Stored items from a collection:
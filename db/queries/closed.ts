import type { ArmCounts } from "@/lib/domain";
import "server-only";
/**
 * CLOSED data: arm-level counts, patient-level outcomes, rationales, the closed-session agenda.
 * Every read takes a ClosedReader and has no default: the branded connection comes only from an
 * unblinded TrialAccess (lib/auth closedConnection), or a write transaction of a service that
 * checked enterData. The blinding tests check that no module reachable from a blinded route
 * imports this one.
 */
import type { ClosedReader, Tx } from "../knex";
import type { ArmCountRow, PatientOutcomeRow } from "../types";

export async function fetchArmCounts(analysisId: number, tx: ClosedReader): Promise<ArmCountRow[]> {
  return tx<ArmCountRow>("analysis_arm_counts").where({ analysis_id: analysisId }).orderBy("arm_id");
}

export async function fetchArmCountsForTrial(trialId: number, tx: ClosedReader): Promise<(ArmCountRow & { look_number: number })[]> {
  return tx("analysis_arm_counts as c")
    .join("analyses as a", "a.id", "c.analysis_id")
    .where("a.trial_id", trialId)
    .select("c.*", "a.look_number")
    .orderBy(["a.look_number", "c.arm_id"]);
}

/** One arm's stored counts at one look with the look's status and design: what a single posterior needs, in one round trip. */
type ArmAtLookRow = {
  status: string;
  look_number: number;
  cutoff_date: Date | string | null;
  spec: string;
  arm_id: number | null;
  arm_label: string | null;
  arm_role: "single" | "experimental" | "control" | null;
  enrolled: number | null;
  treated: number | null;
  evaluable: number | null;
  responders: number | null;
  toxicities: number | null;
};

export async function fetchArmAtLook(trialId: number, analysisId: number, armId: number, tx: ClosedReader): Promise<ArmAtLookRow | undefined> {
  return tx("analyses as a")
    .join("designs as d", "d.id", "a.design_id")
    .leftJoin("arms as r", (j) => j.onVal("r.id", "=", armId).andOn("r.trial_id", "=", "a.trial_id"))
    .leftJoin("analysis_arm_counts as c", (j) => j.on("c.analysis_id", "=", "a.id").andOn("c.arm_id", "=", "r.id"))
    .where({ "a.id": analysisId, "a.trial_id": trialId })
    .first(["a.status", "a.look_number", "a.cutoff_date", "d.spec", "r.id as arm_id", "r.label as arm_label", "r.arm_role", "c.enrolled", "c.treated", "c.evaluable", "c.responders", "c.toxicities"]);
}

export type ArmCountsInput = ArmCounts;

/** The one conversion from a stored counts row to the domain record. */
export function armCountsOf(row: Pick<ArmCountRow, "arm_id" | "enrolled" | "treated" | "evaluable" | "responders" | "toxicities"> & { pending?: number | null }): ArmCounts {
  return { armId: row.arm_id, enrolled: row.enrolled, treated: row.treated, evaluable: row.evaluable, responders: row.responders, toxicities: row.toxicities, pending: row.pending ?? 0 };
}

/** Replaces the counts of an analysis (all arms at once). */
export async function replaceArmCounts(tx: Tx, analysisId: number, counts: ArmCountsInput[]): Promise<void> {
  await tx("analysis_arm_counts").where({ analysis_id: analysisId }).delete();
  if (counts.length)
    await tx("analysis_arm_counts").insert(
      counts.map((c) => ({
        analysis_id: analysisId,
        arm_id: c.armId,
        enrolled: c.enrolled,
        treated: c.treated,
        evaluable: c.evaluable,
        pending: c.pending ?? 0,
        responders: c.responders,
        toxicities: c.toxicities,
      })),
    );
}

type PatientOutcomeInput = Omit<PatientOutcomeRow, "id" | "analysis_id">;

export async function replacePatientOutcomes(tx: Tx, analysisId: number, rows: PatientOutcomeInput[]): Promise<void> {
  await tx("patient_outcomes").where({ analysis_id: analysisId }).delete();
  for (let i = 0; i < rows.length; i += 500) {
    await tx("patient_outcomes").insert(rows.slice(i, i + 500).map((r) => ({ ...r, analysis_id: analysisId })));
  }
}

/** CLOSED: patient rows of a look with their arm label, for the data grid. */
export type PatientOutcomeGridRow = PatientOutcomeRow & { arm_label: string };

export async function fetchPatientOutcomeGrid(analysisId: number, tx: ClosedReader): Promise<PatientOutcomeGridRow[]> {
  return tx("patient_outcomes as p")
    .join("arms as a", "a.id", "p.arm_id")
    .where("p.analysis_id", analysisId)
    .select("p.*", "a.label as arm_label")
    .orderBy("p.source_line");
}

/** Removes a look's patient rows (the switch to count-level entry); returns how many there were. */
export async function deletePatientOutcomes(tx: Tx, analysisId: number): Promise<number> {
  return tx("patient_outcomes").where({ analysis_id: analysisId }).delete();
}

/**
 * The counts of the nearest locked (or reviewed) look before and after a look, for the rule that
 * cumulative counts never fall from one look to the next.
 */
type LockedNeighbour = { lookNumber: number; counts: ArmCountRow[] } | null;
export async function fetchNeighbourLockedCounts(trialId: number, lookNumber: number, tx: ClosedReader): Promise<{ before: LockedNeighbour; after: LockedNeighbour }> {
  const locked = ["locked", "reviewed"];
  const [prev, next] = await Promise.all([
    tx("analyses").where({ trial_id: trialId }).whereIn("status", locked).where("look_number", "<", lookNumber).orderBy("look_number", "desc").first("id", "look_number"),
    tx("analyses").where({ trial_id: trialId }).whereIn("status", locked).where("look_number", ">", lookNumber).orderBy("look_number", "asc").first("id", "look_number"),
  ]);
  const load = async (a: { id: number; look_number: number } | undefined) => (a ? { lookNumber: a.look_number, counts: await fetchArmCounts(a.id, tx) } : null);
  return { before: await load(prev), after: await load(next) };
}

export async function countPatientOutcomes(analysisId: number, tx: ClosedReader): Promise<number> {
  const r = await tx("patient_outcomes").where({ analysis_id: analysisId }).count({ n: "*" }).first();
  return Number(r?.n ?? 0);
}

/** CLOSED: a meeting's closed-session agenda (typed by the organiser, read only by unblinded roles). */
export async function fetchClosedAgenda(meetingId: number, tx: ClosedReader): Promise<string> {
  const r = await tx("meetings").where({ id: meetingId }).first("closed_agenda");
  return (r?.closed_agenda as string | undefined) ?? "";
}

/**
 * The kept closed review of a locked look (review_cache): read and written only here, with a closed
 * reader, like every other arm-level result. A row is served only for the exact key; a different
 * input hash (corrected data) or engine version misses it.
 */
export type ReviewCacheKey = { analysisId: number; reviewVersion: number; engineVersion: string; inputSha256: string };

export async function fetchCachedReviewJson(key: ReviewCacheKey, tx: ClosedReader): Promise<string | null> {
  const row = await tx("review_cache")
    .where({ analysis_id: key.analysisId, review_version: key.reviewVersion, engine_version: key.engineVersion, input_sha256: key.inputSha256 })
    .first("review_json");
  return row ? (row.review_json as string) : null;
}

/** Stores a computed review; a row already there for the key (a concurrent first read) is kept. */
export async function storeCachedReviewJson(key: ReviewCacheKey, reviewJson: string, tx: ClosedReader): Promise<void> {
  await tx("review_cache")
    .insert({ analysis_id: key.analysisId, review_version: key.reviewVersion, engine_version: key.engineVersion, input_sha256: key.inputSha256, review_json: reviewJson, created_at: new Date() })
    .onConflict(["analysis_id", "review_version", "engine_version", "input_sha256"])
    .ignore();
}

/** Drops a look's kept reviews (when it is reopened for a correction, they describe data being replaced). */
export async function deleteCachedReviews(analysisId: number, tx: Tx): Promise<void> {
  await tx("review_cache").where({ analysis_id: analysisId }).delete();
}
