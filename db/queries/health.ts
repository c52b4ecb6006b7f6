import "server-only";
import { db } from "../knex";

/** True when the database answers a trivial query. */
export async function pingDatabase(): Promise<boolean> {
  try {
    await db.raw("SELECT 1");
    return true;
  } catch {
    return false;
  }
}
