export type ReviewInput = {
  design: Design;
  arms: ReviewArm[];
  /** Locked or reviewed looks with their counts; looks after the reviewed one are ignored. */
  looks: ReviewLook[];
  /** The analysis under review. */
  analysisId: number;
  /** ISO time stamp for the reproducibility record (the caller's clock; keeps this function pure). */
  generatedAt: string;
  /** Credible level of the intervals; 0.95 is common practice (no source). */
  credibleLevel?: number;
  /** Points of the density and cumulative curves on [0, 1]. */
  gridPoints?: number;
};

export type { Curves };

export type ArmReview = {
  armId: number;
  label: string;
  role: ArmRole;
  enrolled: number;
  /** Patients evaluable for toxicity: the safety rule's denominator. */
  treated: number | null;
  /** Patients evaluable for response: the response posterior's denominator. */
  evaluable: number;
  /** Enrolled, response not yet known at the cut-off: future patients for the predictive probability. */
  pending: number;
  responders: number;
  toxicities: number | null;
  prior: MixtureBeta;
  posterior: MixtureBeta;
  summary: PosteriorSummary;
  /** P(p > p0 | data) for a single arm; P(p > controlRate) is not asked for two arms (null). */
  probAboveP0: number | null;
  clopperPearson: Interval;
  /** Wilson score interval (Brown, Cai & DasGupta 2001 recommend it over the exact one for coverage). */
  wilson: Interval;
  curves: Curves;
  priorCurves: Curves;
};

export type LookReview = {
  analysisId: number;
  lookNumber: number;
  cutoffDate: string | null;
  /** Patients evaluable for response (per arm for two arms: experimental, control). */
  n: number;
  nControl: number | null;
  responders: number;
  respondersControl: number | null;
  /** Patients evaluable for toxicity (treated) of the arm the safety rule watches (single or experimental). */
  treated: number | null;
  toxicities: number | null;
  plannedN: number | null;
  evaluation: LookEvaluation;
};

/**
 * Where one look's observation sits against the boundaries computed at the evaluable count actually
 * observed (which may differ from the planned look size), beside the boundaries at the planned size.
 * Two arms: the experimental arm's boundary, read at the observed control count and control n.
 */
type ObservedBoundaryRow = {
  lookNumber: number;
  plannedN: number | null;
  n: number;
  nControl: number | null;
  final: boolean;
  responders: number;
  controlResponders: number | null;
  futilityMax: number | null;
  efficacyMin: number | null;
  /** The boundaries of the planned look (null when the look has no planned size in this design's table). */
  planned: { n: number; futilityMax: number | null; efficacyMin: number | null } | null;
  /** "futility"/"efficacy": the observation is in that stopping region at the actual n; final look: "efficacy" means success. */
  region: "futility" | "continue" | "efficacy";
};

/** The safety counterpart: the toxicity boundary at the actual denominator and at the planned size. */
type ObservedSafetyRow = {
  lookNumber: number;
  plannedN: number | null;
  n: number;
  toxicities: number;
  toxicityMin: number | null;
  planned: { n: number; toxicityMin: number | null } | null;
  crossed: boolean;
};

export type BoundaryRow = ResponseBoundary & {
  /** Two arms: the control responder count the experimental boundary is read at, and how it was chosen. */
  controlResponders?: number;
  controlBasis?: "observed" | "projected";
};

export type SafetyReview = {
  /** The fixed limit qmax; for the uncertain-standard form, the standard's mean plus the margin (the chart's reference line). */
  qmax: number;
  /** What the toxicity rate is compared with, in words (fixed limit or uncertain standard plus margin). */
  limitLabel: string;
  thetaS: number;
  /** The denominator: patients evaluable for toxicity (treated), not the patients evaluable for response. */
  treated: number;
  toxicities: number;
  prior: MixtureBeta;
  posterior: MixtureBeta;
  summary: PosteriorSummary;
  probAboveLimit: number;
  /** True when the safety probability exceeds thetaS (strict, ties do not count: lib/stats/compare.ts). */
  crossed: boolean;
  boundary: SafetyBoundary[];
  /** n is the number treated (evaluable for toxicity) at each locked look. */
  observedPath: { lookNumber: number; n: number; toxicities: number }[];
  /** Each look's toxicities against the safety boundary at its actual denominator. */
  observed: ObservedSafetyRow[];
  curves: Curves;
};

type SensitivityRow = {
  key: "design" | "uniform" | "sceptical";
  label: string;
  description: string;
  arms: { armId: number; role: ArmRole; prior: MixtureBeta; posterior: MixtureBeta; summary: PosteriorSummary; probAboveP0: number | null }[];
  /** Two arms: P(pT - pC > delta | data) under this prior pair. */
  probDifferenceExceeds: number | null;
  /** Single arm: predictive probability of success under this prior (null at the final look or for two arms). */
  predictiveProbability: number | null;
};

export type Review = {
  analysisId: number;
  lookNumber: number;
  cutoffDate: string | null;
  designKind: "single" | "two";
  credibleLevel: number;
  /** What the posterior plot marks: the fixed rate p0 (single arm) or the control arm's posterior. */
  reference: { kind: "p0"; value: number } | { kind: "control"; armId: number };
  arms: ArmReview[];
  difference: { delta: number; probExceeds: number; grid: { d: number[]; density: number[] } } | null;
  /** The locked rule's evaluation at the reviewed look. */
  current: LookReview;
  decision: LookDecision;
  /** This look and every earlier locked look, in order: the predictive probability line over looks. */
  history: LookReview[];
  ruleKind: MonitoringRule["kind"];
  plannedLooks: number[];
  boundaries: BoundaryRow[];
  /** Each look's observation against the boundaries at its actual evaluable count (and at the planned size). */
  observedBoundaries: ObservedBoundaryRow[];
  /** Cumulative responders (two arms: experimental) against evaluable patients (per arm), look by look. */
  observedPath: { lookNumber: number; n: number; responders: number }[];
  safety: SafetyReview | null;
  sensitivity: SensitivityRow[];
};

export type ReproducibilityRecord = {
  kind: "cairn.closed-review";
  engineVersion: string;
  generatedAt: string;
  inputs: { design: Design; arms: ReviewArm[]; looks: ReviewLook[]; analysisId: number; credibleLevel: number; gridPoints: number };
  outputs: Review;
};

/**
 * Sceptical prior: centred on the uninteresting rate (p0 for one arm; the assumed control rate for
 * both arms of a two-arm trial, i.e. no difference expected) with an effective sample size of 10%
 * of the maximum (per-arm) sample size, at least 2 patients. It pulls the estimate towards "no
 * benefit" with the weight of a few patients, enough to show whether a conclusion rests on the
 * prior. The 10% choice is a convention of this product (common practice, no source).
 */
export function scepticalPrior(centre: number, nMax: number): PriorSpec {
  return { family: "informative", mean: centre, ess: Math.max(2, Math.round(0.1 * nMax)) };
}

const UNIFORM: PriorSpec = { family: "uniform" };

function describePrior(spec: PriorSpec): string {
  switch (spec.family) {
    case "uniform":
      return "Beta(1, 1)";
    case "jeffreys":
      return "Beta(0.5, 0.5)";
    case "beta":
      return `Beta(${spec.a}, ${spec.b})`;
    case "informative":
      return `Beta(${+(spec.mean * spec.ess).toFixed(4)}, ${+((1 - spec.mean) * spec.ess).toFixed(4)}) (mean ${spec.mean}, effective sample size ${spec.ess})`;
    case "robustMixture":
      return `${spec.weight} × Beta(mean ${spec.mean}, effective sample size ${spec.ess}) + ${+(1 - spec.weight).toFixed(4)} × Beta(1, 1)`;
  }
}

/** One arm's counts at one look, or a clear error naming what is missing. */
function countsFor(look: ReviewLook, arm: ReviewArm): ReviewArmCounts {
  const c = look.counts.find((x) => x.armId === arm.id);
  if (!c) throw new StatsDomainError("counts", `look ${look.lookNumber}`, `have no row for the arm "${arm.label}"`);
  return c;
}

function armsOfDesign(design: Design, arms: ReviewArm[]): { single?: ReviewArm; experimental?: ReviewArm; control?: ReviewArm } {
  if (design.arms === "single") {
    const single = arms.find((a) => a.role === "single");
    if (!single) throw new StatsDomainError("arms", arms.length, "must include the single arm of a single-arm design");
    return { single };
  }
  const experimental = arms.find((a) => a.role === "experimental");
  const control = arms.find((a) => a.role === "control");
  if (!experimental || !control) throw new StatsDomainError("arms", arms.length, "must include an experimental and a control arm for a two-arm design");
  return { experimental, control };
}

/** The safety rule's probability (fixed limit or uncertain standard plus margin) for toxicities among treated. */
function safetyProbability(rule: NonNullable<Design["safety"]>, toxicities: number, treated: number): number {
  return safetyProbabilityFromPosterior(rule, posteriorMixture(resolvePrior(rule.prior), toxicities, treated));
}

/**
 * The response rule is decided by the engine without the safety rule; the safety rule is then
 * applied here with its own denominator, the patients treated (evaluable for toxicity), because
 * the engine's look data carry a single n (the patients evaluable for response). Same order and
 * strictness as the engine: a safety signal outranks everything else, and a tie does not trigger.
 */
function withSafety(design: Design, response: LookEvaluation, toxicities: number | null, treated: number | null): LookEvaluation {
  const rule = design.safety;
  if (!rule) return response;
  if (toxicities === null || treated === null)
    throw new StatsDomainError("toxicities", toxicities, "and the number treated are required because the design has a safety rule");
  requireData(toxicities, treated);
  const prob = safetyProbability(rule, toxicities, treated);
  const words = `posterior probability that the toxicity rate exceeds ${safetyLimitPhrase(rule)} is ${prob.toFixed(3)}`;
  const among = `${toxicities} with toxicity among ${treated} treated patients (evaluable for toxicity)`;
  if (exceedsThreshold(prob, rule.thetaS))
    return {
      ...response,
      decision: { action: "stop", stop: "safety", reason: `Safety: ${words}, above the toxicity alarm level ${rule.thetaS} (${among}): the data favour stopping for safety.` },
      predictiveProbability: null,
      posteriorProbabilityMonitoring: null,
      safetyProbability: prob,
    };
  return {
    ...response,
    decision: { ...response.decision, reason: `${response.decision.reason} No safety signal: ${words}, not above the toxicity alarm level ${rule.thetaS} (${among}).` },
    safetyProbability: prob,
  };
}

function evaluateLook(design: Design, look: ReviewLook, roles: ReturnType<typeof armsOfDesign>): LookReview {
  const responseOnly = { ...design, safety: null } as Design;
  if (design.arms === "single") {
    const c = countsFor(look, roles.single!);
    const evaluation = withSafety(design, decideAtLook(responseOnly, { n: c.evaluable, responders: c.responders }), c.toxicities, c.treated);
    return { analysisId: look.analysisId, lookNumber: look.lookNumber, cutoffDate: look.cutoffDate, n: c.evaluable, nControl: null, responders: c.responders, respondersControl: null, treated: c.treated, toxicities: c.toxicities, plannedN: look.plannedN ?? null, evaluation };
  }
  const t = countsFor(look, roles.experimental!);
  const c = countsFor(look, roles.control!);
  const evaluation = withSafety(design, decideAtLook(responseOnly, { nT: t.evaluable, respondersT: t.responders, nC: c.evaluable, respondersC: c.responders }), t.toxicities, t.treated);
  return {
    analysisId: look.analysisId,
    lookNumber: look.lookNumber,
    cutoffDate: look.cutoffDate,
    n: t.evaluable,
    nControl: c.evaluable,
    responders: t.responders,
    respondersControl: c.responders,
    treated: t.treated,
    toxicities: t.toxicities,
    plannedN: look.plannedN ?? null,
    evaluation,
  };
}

[EXERCISE GOAL] Scan the entries above for the word "practice" and collect each line holding it.

[OUTPUT OF THE EXERCISE]
  /** Credible level of the intervals; 0.95 is common practice (no source). */
 * prior. The 10% choice is a convention of this product (common practice, no source).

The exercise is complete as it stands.